= 1512 in art =

Events from the year 1512 in art.

==Events==
- Michelangelo completes his nine Sistine Chapel ceiling paintings of the Creation.

==Works==

Leonardo da Vinci, Self-portrait in red chalk

- Hans Baldung – The Trinity and Mystic Pietà
- Fra Bartolomeo – Madonna in Glory with Saints (altarpiece, Besançon Cathedral, 1511–12)
- Albrecht Dürer – The Virgin Mary Appearing to St. John on Patmos (woodcut)
- Leonardo da Vinci – Self-portrait in red chalk (approximate date)
- Michelangelo – Sistine Chapel ceiling, including the Separation of Light from Darkness (completed)
- Raphael
  - The Expulsion of Heliodorus from the Temple (fresco in the Raphael Rooms of the Apostolic Palace in the Vatican)
  - The Triumph of Galatea (fresco in Villa Farnesina in Rome)
- Titian – approximate date
  - The Gypsy Madonna
  - La Schiavona
  - The Three Ages of Man
- Lucas van Leyden – The History of Joseph series of engravings, e.g.

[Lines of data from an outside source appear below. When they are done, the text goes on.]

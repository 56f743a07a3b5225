"""Degree sweeps over files too large to hold in memory: CSV or Parquet, chunk by chunk.

How it works
------------
The in-memory sweep (``_sweep``) reduces each fold's rows to the triangular
factor R of its augmented design [A | y] and does everything else on those
small factors. This module builds the same factors without ever holding more
than one chunk of rows:

1. The domain map t = (x - offset) / scale needs the range of x first. A
   Parquet source gives it from its row-group statistics; a CSV is read twice,
   a fast scan of the two columns (row count, dropped rows, ranges) and then
   the fitting pass. The scan costs about as much as parsing the file once,
   and keeps the map exact, so the factors equal those of the in-memory path
   to rounding. (When Parquet statistics are missing, or turn out wider than
   the rows actually used because the extreme rows were dropped, a scan or a
   second pass with the exact map is made; ``info["passes"]`` says how many.)
2. Each chunk's rows get a fold label from a hash of their global row index
   and the seed (``fold_labels``), so no row count is needed up front and the
   split does not depend on the chunk size. Each label's rows are reduced to a
   ``Block`` and merged into that label's running factor by TSQR,
   ``qr_r(vstack([R_old, R_chunk]))``.
3. ``sweep_from_blocks`` turns the per-label factors into the ``DegreeSweep``
   of the in-memory path.

With ``engine="dask"`` the per-label factors of each Parquet row group, or
each byte range of a CSV, are computed on a ``dask.distributed`` cluster (a
local one on 127.0.0.1 by default) and merged on the client the same way.

Folds
-----
Row i (0-based, counted over the data rows the parser yields, in file order;
files of a folder or glob in sorted path order) goes to fold
``splitmix64(seed + (i + 1) * 0x9E3779B97F4A7C15) mod k``; with a holdout it
is held out when the top 53 bits of that hash, as a fraction of 2**53, fall
below the holdout fraction. The same seed gives the same split on every run,
engine and chunk size. These folds are *not* the shuffles of scikit-learn's
KFold that the in-memory sweep uses, so a streamed sweep and an in-memory
sweep with the same seed differ by the luck of the split; given the same
labels (``sweep_degrees(x, y, folds=fold_labels(...))``) they agree to
rounding. The folds are balanced only in expectation (each holds n/k rows
give or take about sqrt(n/k)).

Dropped rows
------------
A row is dropped (and counted in ``info["rows_dropped"]``) when x or y is
missing, not a number or infinite, or when the CSV line has the wrong number of
fields. A dropped row keeps its row index when the parser yields it, so the
folds of the other rows do not move.
"""

from __future__ import annotations

import glob as _glob
import io
import math
import os
import time
from dataclasses import dataclass, field
from typing import Callable, Iterator

import numpy as np

from . import _basis
from ._errors import ColumnError, DegreescopeError, FitError, IntakeError
from ._polyfit import qr_r
from ._sweep import (
    MAX_DEGREE,
    Block,
    DegreeSweep,
    Split,
    block_factor,
    cap_degrees,
    holdout_fraction,
    normalise_degrees,
    sweep_from_blocks,
)

__all__ = ["sweep_source", "fold_labels", "holdout_mask"]

_GAMMA = np.uint64(0x9E3779B97F4A7C15)
_M1 = np.uint64(0xBF58476D1CE4E5B9)
_M2 = np.uint64(0x94D049BB133111EB)
_PARQUET_SUFFIXES = (".parquet", ".parq", ".pq")
#: a label whose rows hold more distinct x values than this cannot limit the degree
_DISTINCT_LIMIT = MAX_DEGREE + 1
#: bytes per CSV block handed to the dask workers
_DASK_CSV_BLOCK = 32 << 20
#: how long to wait for a remote dask scheduler
_CONNECT_TIMEOUT = "20s"

Progress = Callable[[int, "int | None"], None]


# ----------------------------------------------------------------------------
# folds from a hash of the row index


def _row_hash(row_index: np.ndarray, seed: int) -> np.ndarray:
    """splitmix64 output number i + 1 for the generator state ``seed``, vectorised (uint64)."""
    idx = np.asarray(row_index)
    if idx.dtype.kind not in "iu":
        raise FitError("Row indices must be whole numbers.")
    if idx.dtype.kind == "i" and idx.size and int(idx.min()) < 0:
        raise FitError("Row indices must be 0 or more.")
    z = idx.astype(np.uint64) + np.uint64(1)
    with np.errstate(over="ignore"):
        z *= _GAMMA
        z += np.uint64(int(seed) & 0xFFFFFFFFFFFFFFFF)
        z ^= z >> np.uint64(30)
        z *= _M1
        z ^= z >> np.uint64(27)
        z *= _M2
        z ^= z >> np.uint64(31)
    return z


def fold_labels(row_index: np.ndarray, k: int, seed: int) -> np.ndarray:
    """Fold label 0 .. k-1 (int64) of each global row index: the splitmix64 hash of the index and seed, mod k.

    Deterministic: the same index and seed always give the same label,
    whatever the chunking. Each fold gets n/k rows in expectation.
    """
    try:
        k = int(k)
    except (TypeError, ValueError):
        raise FitError(f"Folds must be a whole number, not {k!r}.") from None
    if k < 2:
        raise FitError(f"Cross-validation needs at least 2 folds, not {k}; 5 or 10 are common.")
    return (_row_hash(row_index, seed) % np.uint64(k)).astype(np.int64)


def holdout_mask(row_index: np.ndarray, fraction: float, seed: int) -> np.ndarray:
    """True for the rows held out for testing: hash (top 53 bits, as a fraction) below ``fraction``."""
    u = (_row_hash(row_index, seed) >> np.uint64(11)).astype(np.float64) * (1.0 / 9007199254740992.0)
    return u < float(fraction)


@dataclass(frozen=True)
class _Labeller:
    """How rows get labels: k hashed folds, or a hashed holdout (label 1 = test)."""

    kind: str  # "folds" or "holdout"
    k: int
    fraction: float
    seed: int

    @property
    def n_labels(self) -> int:
        return self.k if self.kind == "folds" else 2

    def labels(self, row_index: np.ndarray) -> np.ndarray:
        if self.kind == "folds":
            return fold_labels(row_index, self.k, self.seed)
        return holdout_mask(row_index, self.fraction, self.seed).astype(np.int64)


def _make_labeller(folds, holdout, seed) -> _Labeller:
    try:
        seed = int(seed)
    except (TypeError, ValueError):
        raise FitError(f"The seed must be a whole number, not {seed!r}.") from None
    if holdout is not None:
        return _Labeller("holdout", 2, holdout_fraction(holdout), seed)
    if isinstance(folds, bool) or np.ndim(folds) != 0:
        raise FitError("For a file source, folds must be a whole number; fold labels per row need the in-memory sweep.")
    try:
        k = int(folds)
    except (TypeError, ValueError):
        raise FitError(f"Folds must be a whole number, not {folds!r}.") from None
    if k < 2:
        raise FitError(f"Cross-validation needs at least 2 folds, not {k}; 5 or 10 are common.")
    return _Labeller("folds", k, 0.0, seed)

Joseph Explains Pharaoh's Dream
- Bernard van Orley – Triptych of the Carpenters and Masons Corporation of Brussels ("Apostle Altar")

==Births==
- date unknown
  - Lazzaro Calvi, Italian painter who frequently collaborated with his brother (died 1587)
  - Luis de Morales, Spanish painter known as "El Divino" (died 1586)
  - Battista del Moro, Italian painter of the Renaissance period active in his native Verona (died 1568)
  - Prospero Fontana, Italian painter of the late Renaissance, (died 1597)
- (born 1512/1520): Giorgio Ghisi, Italian coppersmith, painter, and engraver (died 1582)
- 1512/1515: Marcello Venusti, Italian Mannerist painter primarily in Rome (died 1579)

==Deaths==
- April 5 - Lazzaro Bastiani, Italian painter of the Renaissance, active mainly in Venice (born 1449)
- date unknown - Giovanni Cristoforo Romano, Italian sculptor and medallist (born 1456)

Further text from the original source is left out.